Let x1 of type (ιο) → ο be given.
Assume H0: a4b00.. x0 = a4b00.. x1.
Apply functional extensionality with x0, x1.
Let x2 of type ιο be given.
Apply prop_ext_2 with x0 x2, x1 x2 leaving 2 subgoals.
Assume H1: x0 x2.
Claim L2: a4b00.. x1 (407b5.. x2)
Apply H0 with λ x3 x4 : ((ι → ο) → ο) → ο . x3 (407b5.. x2).
Let x3 of type ο be given.
Assume H2: ∀ x4 : ι → ο . and (407b5.. x2 = 407b5.. x4) (x0 x4)x3.
Apply H2 with x2.
Apply unknownprop_389e2fb1855352fcc964ea44fe6723d7a1c2d512f04685300e3e97621725b977 with 407b5.. x2 = 407b5.. x2, x0 x2 leaving 2 subgoals.

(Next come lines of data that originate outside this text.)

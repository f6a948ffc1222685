//! What must hold for every contract, tried on random ones; no number here comes from another program.

mod cases;

use cases::{Case, Domain, UNDERFLOW, close, holds};
use floodmark::Status;
use floodmark::price::{barrier_profile, greeks, price};
use floodmark::terms::{Contract, Direction, Knock, Market, Payoff, RebatePaid, TermSheet};
use quickcheck::TestResult;

const EPS: f64 = f64::EPSILON;

/// Roundings, in units of what one rounding of the inputs does, that an identity between two or three values may
/// be off by.
const ROUNDINGS: f64 = 64.0;

type Verdict = Result<(), String>;

#[test]
fn knock_in_plus_knock_out_is_vanilla() {
    fn property(case: Case) -> Verdict {
        let Some((direction, _, payoff)) = case.knock() else { return Ok(()) };
        let case = case.without_rebate();
        let [inside, out] = [Knock::In, Knock::Out].map(|knock| case.with(Contract::Knock(direction, knock, payoff)));
        let vanilla = case.with(Contract::Vanilla(payoff));
        let (found, expected) = (inside.price() + out.price(), vanilla.price());
        if case.domain == Domain::Everyday {
            let per_share = if matches!(payoff, Payoff::Cash | Payoff::CashCall | Payoff::CashPut) {
                1.0
            } else {
                case.market.spot
            };
            close(found, expected, 1e-14 * per_share)?;
        }
        close(found, expected, ROUNDINGS * EPS * (inside.conditioned() + out.conditioned() + vanilla.conditioned()))
    }
    holds(property as fn(Case) -> Verdict);
}

#[test]
fn one_touch_plus_no_touch_is_the_discounted_amount() {
    fn property(case: Case) -> Verdict {
        let Some(direction) = case.sheet.contract.direction() else { return Ok(()) };
        let touch = case.with(Contract::OneTouch(direction));
        let expected = case.sheet.rebate * (-case.market.rate * case.sheet.expiry).exp();
        let found = touch.price() + case.with(Contract::NoTouch(direction)).price();
        close(
            found,
            expected,
            ROUNDINGS * EPS * (touch.conditioned() + expected * (1.0 + (case.market.rate * case.sheet.expiry).abs())),
        )
    }
    holds(property as fn(Case) -> Verdict);
}

#[test]
fn a_rebate_is_a_touch_of_the_same_amount() {
    fn property(case: Case) -> Verdict {
        let Some((direction, knock, _)) = case.knock() else { return Ok(()) };
        let touch = match knock {
            Knock::Out => Contract::OneTouch(direction),
            Knock::In => Contract::NoTouch(direction),
        };
        let touch = Case { sheet: TermSheet { contract: touch, ..case.sheet }, ..case };
        let sum = case.without_rebate().price() + touch.price();
        close(case.price(), sum, 2.0 * EPS * sum)
    }
    holds(property as fn(Case) -> Verdict);
}

#[test]
fn a_call_less_a_put_is_a_share_less_the_strike() {
    fn property(case: Case) -> Verdict {
        let Some((direction, knock, _)) = case.knock() else { return Ok(()) };
        let case = case.without_rebate();
        let of = |payoff| case.with(Contract::Knock(direction, knock, payoff));
        let (call, put, asset, cash) = (of(Payoff::Call), of(Payoff::Put), of(Payoff::Asset), of(Payoff::Cash));
        let strike = case.sheet.strike;
        let scale = call.conditioned() + put.conditioned() + asset.conditioned() + strike * cash.conditioned();
        close(call.price() - put.price(), asset.price() - strike * cash.price(), ROUNDINGS * EPS * scale)
    }
    holds(property as fn(Case) -> Verdict);
}

#[test]
fn a_digital_call_and_put_make_up_the_whole() {
    fn property(case: Case) -> Verdict {
        let Some((direction, knock, _)) = case.knock() else { return Ok(()) };
        let case = case.without_rebate();
        for [call, put, whole] in
            [[Payoff::CashCall, Payoff::CashPut, Payoff::Cash], [Payoff::AssetCall, Payoff::AssetPut, Payoff::Asset]]
        {
            let [call, put, whole] =
                [call, put, whole].map(|payoff| case.with(Contract::Knock(direction, knock, payoff)));
            let scale = call.conditioned() + put.conditioned() + whole.conditioned();
            close(call.price() + put.price(), whole.price(), ROUNDINGS * EPS * scale)?;
        }
        Ok(())
    }
    holds(property as fn(Case) -> Verdict);
}

/// In units of the share instead of cash, `1 / X` is the underlying: calls become puts, up becomes down, rate and
/// dividend change places. By homogeneity the mirror is written with spot `K`, strike `S`, barrier `S K / L`.
#[test]
fn a_change_of_numeraire_turns_up_into_down() {
    fn property(case: Case) -> Verdict {
        let Some((direction, knock, payoff)) = case.knock() else { return Ok(()) };
        let case = case.without_rebate();
        let strike = case.sheet.strike;
        let (mirrored, factor) = match payoff {
            Payoff::Call => (Payoff::Put, 1.0),
            Payoff::Put => (Payoff::Call, 1.0),
            Payoff::CashCall => (Payoff::AssetPut, 1.0 / strike),
            Payoff::CashPut => (Payoff::AssetCall, 1.0 / strike),
            Payoff::AssetCall => (Payoff::CashPut, case.market.spot),
            Payoff::AssetPut => (Payoff::CashCall, case.market.spot),
            Payoff::Cash => (Payoff::Asset, 1.0 / strike),
            Payoff::Asset => (Payoff::Cash, case.market.spot),
        };
        let other = match direction {
            Direction::Up => Direction::Down,
            Direction::Down => Direction::Up,
        };
        let mut mirror = case.with(Contract::Knock(other, knock, mirrored));
        mirror.market = Market { spot: strike, rate: case.market.dividend, dividend: case.market.rate, ..case.market };
        mirror.sheet.strike = case.market.spot;
        mirror.sheet.barrier = case.market.spot * (strike / case.sheet.barrier);
        let tolerance = ROUNDINGS * EPS * (case.conditioned() + factor * mirror.conditioned());
        close(factor * mirror.price(), case.price(), tolerance)
    }
    holds(property as fn(Case) -> Verdict);
}

#[test]
fn doubling_every_amount_doubles_the_price_to_the_bit() {
    fn property(case: Case) -> Verdict {
        let mut double = case;
        double.market.spot *= 2.0;
        for amount in [&mut double.sheet.strike, &mut double.sheet.barrier, &mut double.sheet.rebate] {
            *amount *= 2.0;
        }
        let (one, two) = (case.price(), double.price());
        let cash = matches!(case.knock(), Some((_, _, Payoff::Cash | Payoff::CashCall | Payoff::CashPut)))
            || matches!(case.sheet.contract, Contract::Vanilla(Payoff::Cash | Payoff::CashCall | Payoff::CashPut));
        if one < 1e-290 || (cash && case.sheet.rebate > 0.0 && case.knock().is_some()) {
            return Ok(());
        }
        close(two, if cash { one } else { 2.0 * one }, 0.0)
    }
    holds(property as fn(Case) -> Verdict);
}

#[test]
fn a_farther_barrier_never_takes_from_a_knock_out_nor_gives_to_a_knock_in() {
    fn property((case, farther): (Case, u16)) -> Verdict {
        let Some((direction, knock, _)) = case.knock() else { return Ok(()) };
        let case = case.without_rebate();
        let mut far = case;
        let step = f64::from(farther) / f64::from(u16::MAX);
        far.sheet.barrier *= 1.0 + if direction == Direction::Up { step } else { -0.9 * step };
        let (here, there) = (case.price(), far.price());
        let slack = ROUNDINGS * EPS * (case.conditioned() + far.conditioned()) + UNDERFLOW;
        let gain = if knock == Knock::Out { there - here } else { here - there };
        if gain >= -slack { Ok(()) } else { Err(format!("{here:e} then {there:e}, slack {slack:e}")) }
    }
    holds(property as fn((Case, u16)) -> Verdict);
}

Let x4 of type ((ιο) → ο) → ((ιο) → ο) → ο be given.
Assume H3: x4 (407b5.. x2) (407b5.. x2).
The subproof is completed by applying H3.
The subproof is completed by applying H1.
Apply L2 with x1 x2.
Let x3 of type ιο be given.
Assume H3: (λ x4 : ι → ο . and (407b5.. x2 = 407b5.. x4) (x1 x4)) x3.

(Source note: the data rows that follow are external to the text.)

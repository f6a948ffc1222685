//! Random contracts for properties: everyday, broad and extreme ones in equal parts.
#![allow(dead_code)]

use std::fmt;

use floodmark::price::{Greeks, greeks, price};
use floodmark::terms::{Contract, Direction, Knock, Market, Payoff, RebatePaid, TermSheet};
use quickcheck::{Arbitrary, Gen, QuickCheck, Testable};

/// How many contracts each property is tried on.
const CASES: u64 = 30_000;

/// What each run starts from, so that a failure is seen again.
const SEED: u64 = 20240229;

/// Tries a property on random contracts.
pub(crate) fn holds(property: impl Testable) {
    QuickCheck::new().rng(Gen::from_size_and_seed(100, SEED)).tests(CASES).max_tests(20 * CASES).quickcheck(property);
}

/// How far from ordinary a case is.
#[derive(Clone, Copy, Debug, PartialEq, Eq)]
pub(crate) enum Domain {
    Everyday,
    Broad,
    Extreme,
}

/// One contract with its market; strike and barrier are always set, whatever the contract.
#[derive(Clone, Copy)]
pub(crate) struct Case {
    pub(crate) domain: Domain,
    pub(crate) sheet: TermSheet,
    pub(crate) market: Market,
}

impl fmt::Debug for Case {
    fn fmt(&self, f: &mut fmt::Formatter<'_>) -> fmt::Result {
        let Case { domain, sheet, market } = self;
        write!(f, "{domain:?} {} {:?} {:?}", sheet.contract, sheet, market)
    }
}

struct Dice<'a>(&'a mut Gen);

impl Dice<'_> {
    fn unit(&mut self) -> f64 {
        #[allow(clippy::cast_precision_loss)]
        let bits = (u64::arbitrary(self.0) >> 11) as f64;
        bits / 9007199254740992.0
    }

    fn between(&mut self, low: f64, high: f64) -> f64 {
        low + (high - low) * self.unit()
    }

    fn log_between(&mut self, low: f64, high: f64) -> f64 {
        (low.ln() + (high / low).ln() * self.unit()).exp()
    }

    fn below(&mut self, count: u8) -> u8 {
        u8::arbitrary(self.0) % count
    }
}

fn everyday(dice: &mut Dice, sign: f64) -> (TermSheet, Market) {
    let spot = dice.between(50.0, 200.0);
    let sheet = TermSheet::new(Contract::Vanilla(Payoff::Call), dice.log_between(1.0 / 365.0, 5.0))
        .strike(spot * dice.between(0.6, 1.5))
        .barrier(spot * (1.0 + sign * dice.log_between(0.001, 0.5)));
    let market = Market {
        spot,
        vol: dice.log_between(0.05, 1.0),
        rate: dice.between(-0.01, 0.1),
        dividend: dice.between(0.0, 0.08),
    };
    (sheet, market)
}

fn broad(dice: &mut Dice, sign: f64) -> (TermSheet, Market) {
    let spot = dice.log_between(1.0, 1e4);
    let (vol, expiry) = (dice.log_between(0.01, 2.0), dice.log_between(1.0 / 8760.0, 30.0));
    let spread = (vol * expiry.sqrt()).clamp(0.05, 1.5) * dice.between(-2.0, 2.0);
    let sheet = TermSheet::new(Contract::Vanilla(Payoff::Call), expiry)
        .strike(spot * spread.exp())
        .barrier(spot * (sign * dice.log_between(0.001, 1.5)).exp());
    (sheet, Market { spot, vol, rate: dice.between(-0.2, 0.2), dividend: dice.between(-0.2, 0.2) })
}

fn extreme(dice: &mut Dice, sign: f64) -> (TermSheet, Market) {
    let (mut sheet, mut market) = broad(dice, sign);
    let scale = dice.log_between(1e-12, 1e12) / market.spot;
    let by_deviation = |dice: &mut Dice, sheet: &mut TermSheet, market: &Market| {
        let deviation = market.vol * sheet.expiry.sqrt();
        sheet.barrier = market.spot * (sign * deviation * dice.between(0.0, 30.0)).exp();
        sheet.strike = market.spot * (deviation * dice.between(-30.0, 30.0)).exp();
    };
    for _ in 0..=dice.below(2) {
        match dice.below(8) {
            0 => sheet.barrier = market.spot * (1.0 + sign * dice.log_between(1e-16, 1e-4)),
            1 => sheet.strike = sheet.barrier * (1.0 + dice.between(-1.0, 1.0) * dice.log_between(1e-16, 1e-4)),
            2 => {
                market.vol = dice.log_between(1e-6, 1e-2);
                by_deviation(dice, &mut sheet, &market);
            }
            3 => market.vol = dice.log_between(2.0, 10.0),
            4 => {
                sheet.expiry = dice.log_between(1.0, 3600.0) / 31536000.0;
                by_deviation(dice, &mut sheet, &market);
            }
            5 => sheet.expiry = dice.between(30.0, 100.0),
            6 => (market.rate, market.dividend) = (dice.between(-1.0, 1.0), dice.between(-1.0, 1.0)),
            _ => {
                market.spot *= scale;
                sheet.strike *= scale;
                sheet.barrier *= scale;
            }
        }
    }
    (sheet, market)
}

impl Arbitrary for Case {
    fn arbitrary(g: &mut Gen) -> Case {
        let contract = Contract::from_code(u8::arbitrary(g) % Contract::COUNT).expect("a known code");
        let sign = if contract.direction() == Some(Direction::Down) { -1.0 } else { 1.0 };
        let mut dice = Dice(g);
        let (domain, (sheet, market)) = match dice.below(3) {
            0 => (Domain::Everyday, everyday(&mut dice, sign)),
            1 => (Domain::Broad, broad(&mut dice, sign)),
            _ => (Domain::Extreme, extreme(&mut dice, sign)),
        };
        let touch = matches!(contract, Contract::OneTouch(_) | Contract::NoTouch(_));
        let rebate = if touch || dice.below(3) > 0 { market.spot * dice.log_between(0.001, 0.3) } else { 0.0 };
        let paid = if contract.pays_at_hit() && dice.below(2) == 0 { RebatePaid::Hit } else { RebatePaid::Expiry };
        Case { domain, sheet: TermSheet { contract, ..sheet }.rebate(rebate, paid), market }
    }

    /// The same with one number rounded to few digits, so that a failure is easy to copy.
    fn shrink(&self) -> Box<dyn Iterator<Item = Case>> {
        type Number = fn(&mut Case) -> &mut f64;
        const NUMBERS: [Number; 8] = [
            |case| &mut case.market.spot,
            |case| &mut case.sheet.strike,
            |case| &mut case.sheet.barrier,
            |case| &mut case.sheet.rebate,
            |case| &mut case.sheet.expiry,
            |case| &mut case.market.vol,
            |case| &mut case.market.rate,
            |case| &mut case.market.dividend,
        ];
        let case = *self;
        Box::new(NUMBERS.into_iter().flat_map(move |number| {
            [1, 2, 4].into_iter().filter_map(move |digits| {
                let mut rounder = case;
                let value = number(&mut rounder);
                let rounded: f64 = format!("{:.*e}", digits, *value).parse().expect("a number");
                let differs = rounded != *value;
                *value = rounded;
                differs.then_some(rounder)
            })
        }))
    }
}

impl Case {
    pub(crate) fn price(&self) -> f64 {
        price(&self.sheet, &self.market).unwrap_or_else(|error| panic!("{self:?}: {error}"))
    }

    pub(crate) fn greeks(&self) -> Greeks {
        greeks(&self.sheet, &self.market).unwrap_or_else(|error| panic!("{self:?}: {error}"))
    }

    /// The same terms and market under another contract, its rebate paid at expiry.
    pub(crate) fn with(&self, contract: Contract) -> Case {
        Case { sheet: TermSheet { contract, rebate_paid: RebatePaid::Expiry, ..self.sheet }, ..*self }
    }

    pub(crate) fn without_rebate(&self) -> Case {
        Case { sheet: self.sheet.rebate(0.0, self.sheet.rebate_paid), ..*self }
    }

    /// Direction and payoff of a knock; the property does not speak of other contracts.
    pub(crate) fn knock(&self) -> Option<(Direction, Knock, Payoff)> {
        match self.sheet.contract {
            Contract::Knock(direction, knock, payoff) => Some((direction, knock, payoff)),
            _ => None,
        }
    }

    pub(crate) fn touched(&self) -> bool {
        match self.sheet.contract.direction() {
            Some(Direction::Up) => self.market.spot >= self.sheet.barrier,
            Some(Direction::Down) => self.market.spot <= self.sheet.barrier,
            None => false,
        }
    }

    /// `|V| + sum |x dV/dx|` over the inputs: a relative change of each input by eps moves the value by eps times
    /// this, and no formula in binary64 can do much better.
    pub(crate) fn conditioned(&self) -> f64 {
        let (risk, sheet, market) = (self.greeks(), &self.sheet, &self.market);
        let term = |input: f64, slope: f64| if slope == 0.0 { 0.0 } else { (input * slope).abs() };
        risk.value
            + term(market.spot, risk.delta)
            + term(market.vol, risk.vega)
            + term(sheet.expiry, risk.theta)
            + term(market.rate, risk.rho)
            + term(market.dividend, risk.dividend_rho)
            + term(sheet.barrier, risk.barrier_delta)
            + term(sheet.strike, risk.strike_delta)
    }
}

/// What is lost when a number, or a factor of it, underflows.
pub(crate) const UNDERFLOW: f64 = 1e-290;

/// `Ok` if the numbers differ by at most the tolerance, underflow aside; the sentence otherwise.
pub(crate) fn close(found: f64, expected: f64, tolerance: f64) -> Result<(), String> {
    let tolerance = tolerance + UNDERFLOW;
    let error = (found - expected).abs();
    if error <= tolerance {
        Ok(())
    } else {
        Err(format!("{found:e} for {expected:e}, off by {error:e} > {tolerance:e}"))
    }
}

Apply andE with 407b5.. x2 = 407b5.. x3, x1 x3, x1 x2 leaving 2 subgoals.
The subproof is completed by applying H3.
Assume H4: 407b5.. x2 = 407b5.. x3.
Assume H5: x1 x3.
Apply unknownprop_f6212d6ba4366f14f16f0857e6566c26f7bd27125deb5e4c2748921fd5fa9530 with x2, x3, λ x4 x5 : ι → ο . x1 x5 leaving 2 subgoals.
The subproof is completed by applying H4.

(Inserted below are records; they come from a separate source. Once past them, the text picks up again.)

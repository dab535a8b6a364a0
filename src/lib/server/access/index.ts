import type { Actor } from '../../domain/actor.ts';
import { AppError } from '../../domain/errors.ts';
import type { Permission } from '../../domain/permissions.ts';
import { can, type AccessObject } from '../../domain/policy.ts';
import { config } from '../config/index.ts';

export { can };
export type { AccessObject };

function isParty(actor: Actor, object: AccessObject): boolean {
  const ids = [object.companyId, object.buyerCompanyId, object.fabricatorCompanyId];
  return actor.memberships.some((m) => ids.includes(m.companyId));
}

/**
 * The guard of every use-case. What belongs to others is "not found", so that its existence is not
 * told; a member whose role is too small is told so.
 */
export function requireAccess(
  actor: Actor | null,
  permission: Permission,
  object: AccessObject = {},
): asserts actor is Actor {
  if (!actor) throw new AppError('sign-in-needed');
  if (can(actor, permission, object)) return;
  if (permission === 'board.view' || isParty(actor, object)) {
    const unverified = actor.memberships.find((m) => m.kind === 'fabricator' && !m.verified);
    if (unverified && ['board.view', 'question.ask', 'bid.edit'].includes(permission)) {
      throw new AppError('company-not-verified');
    }
    throw new AppError('not-allowed');
  }
  throw new AppError('not-found');
}

/** Posting, bidding, accepting and money need a confirmed e-mail address. */
export function requireVerifiedEmail(actor: Actor): void {
  if (!actor.emailVerified) throw new AppError('email-not-verified');
}

/** Payouts and roles: in production the person must have set up a second factor. */
export function requireSecondFactor(actor: Actor): void {
  if (config().mode === 'production' && !actor.twoFactor) throw new AppError('two-factor-needed');
}
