describe('exceptions', () => {
  const exception = { subject: 'Tube section or wall', text: '8 × 1 mm instead of 8 × 0.9 mm' };

  it('are decided before the award; a refusal goes back to the bidder for confirmation', async () => {
    const saved = await handIn(estimator, shopId, { exceptions: [exception] });
    await expect(awardBid(test.db, purchaser, { bidId: saved.id, version: saved.version })).rejects.toThrow(
      /exception is undecided/,
    );
    const [row] = await test.db.select().from(bidException);
    await expect(
      decideException(test.db, engineer, { exceptionId: row?.id ?? '', decision: 'refuse', reason: ' ' }),
    ).rejects.toMatchObject({ fields: { reason: expect.any(String) as string } });
    await decideException(test.db, engineer, {
      exceptionId: row?.id ?? '',
      decision: 'refuse',
      reason: 'The wall must stay below 0.9 mm.',
    });
    expect(await mailsOf('bid-to-confirm')).toContain(estimator.email);
    const back = await ownBid(test.db, estimator, requestId, shopId);
    expect(back?.state).toBe('to-confirm');
    await expect(
      awardBid(test.db, purchaser, { bidId: saved.id, version: back?.version ?? 0 }),
    ).rejects.toMatchObject({ code: 'state-conflict' });
    const confirmed = await confirmBid(test.db, estimator, { bidId: saved.id, version: back?.version ?? 0 });
    expect(confirmed.state).toBe('submitted');
    const outcome = await awardBid(test.db, purchaser, { bidId: saved.id, version: confirmed.version });
    expect(outcome.kind).toBe('awarded');
    const [spec] = await test.db.select().from(orderSpecification);
    expect(JSON.parse(spec?.body ?? '{}')).toMatchObject({
      acceptedExceptions: [],
      refusedExceptions: [{ subject: exception.subject, reason: 'The wall must stay below 0.9 mm.' }],
    });
  });

  it('are not the bidder’s or an outsider’s to decide', async () => {
    await handIn(estimator, shopId, { exceptions: [exception] });
    const [row] = await test.db.select().from(bidException);
    for (const actor of [estimator, otherEstimator]) {
      await expect(
        decideException(test.db, actor, { exceptionId: row?.id ?? '', decision: 'accept', reason: '' }),
      ).rejects.toMatchObject({ code: 'not-found' });
    }
    const technician = await aMember(test.db, buyerId, ['technician']);
    await expect(
      decideException(test.db, technician, { exceptionId: row?.id ?? '', decision: 'accept', reason: '' }),
    ).rejects.toMatchObject({ code: 'not-allowed' });
    expect((await test.db.select().from(bidException))[0]?.state).toBe('open');
  });
});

The subproof is completed by applying H5.
Assume H1: x1 x2.
Claim L2: a4b00.. x0 (407b5.. x2)
Apply H0 with λ x3 x4 : ((ι → ο) → ο) → ο . x4 (407b5.. x2).
Let x3 of type ο be given.
Assume H2: ∀ x4 : ι → ο . and (407b5.. x2 = 407b5.. x4) (x1 x4)x3.
Apply H2 with x2.
Apply unknownprop_389e2fb1855352fcc964ea44fe6723d7a1c2d512f04685300e3e97621725b977 with 407b5.. x2 = 407b5.. x2, x1 x2 leaving 2 subgoals.
Let x4 of type ((ιο) → ο) → ((ιο) → ο) → ο be given.
Assume H3: x4 (407b5.. x2) (407b5.. x2).
The subproof is completed by applying H3.
The subproof is completed by applying H1.
Apply L2 with x0 x2.
Let x3 of type ιο be given.
Assume H3: (λ x4 : ι → ο . and (407b5.. x2 = 407b5.. x4) (x0 x4)) x3.
Apply andE with 407b5.. x2 = 407b5.. x3, x0 x3, x0 x2 leaving 2 subgoals.
The subproof is completed by applying H3.
Assume H4: 407b5.. x2 = 407b5.. x3.
Assume H5: x0 x3.
Apply unknownprop_f6212d6ba4366f14f16f0857e6566c26f7bd27125deb5e4c2748921fd5fa9530 with x2, x3, λ x4 x5 : ι → ο . x0 x5 leaving 2 subgoals.
The subproof is completed by applying H4.
The subproof is completed by applying H5.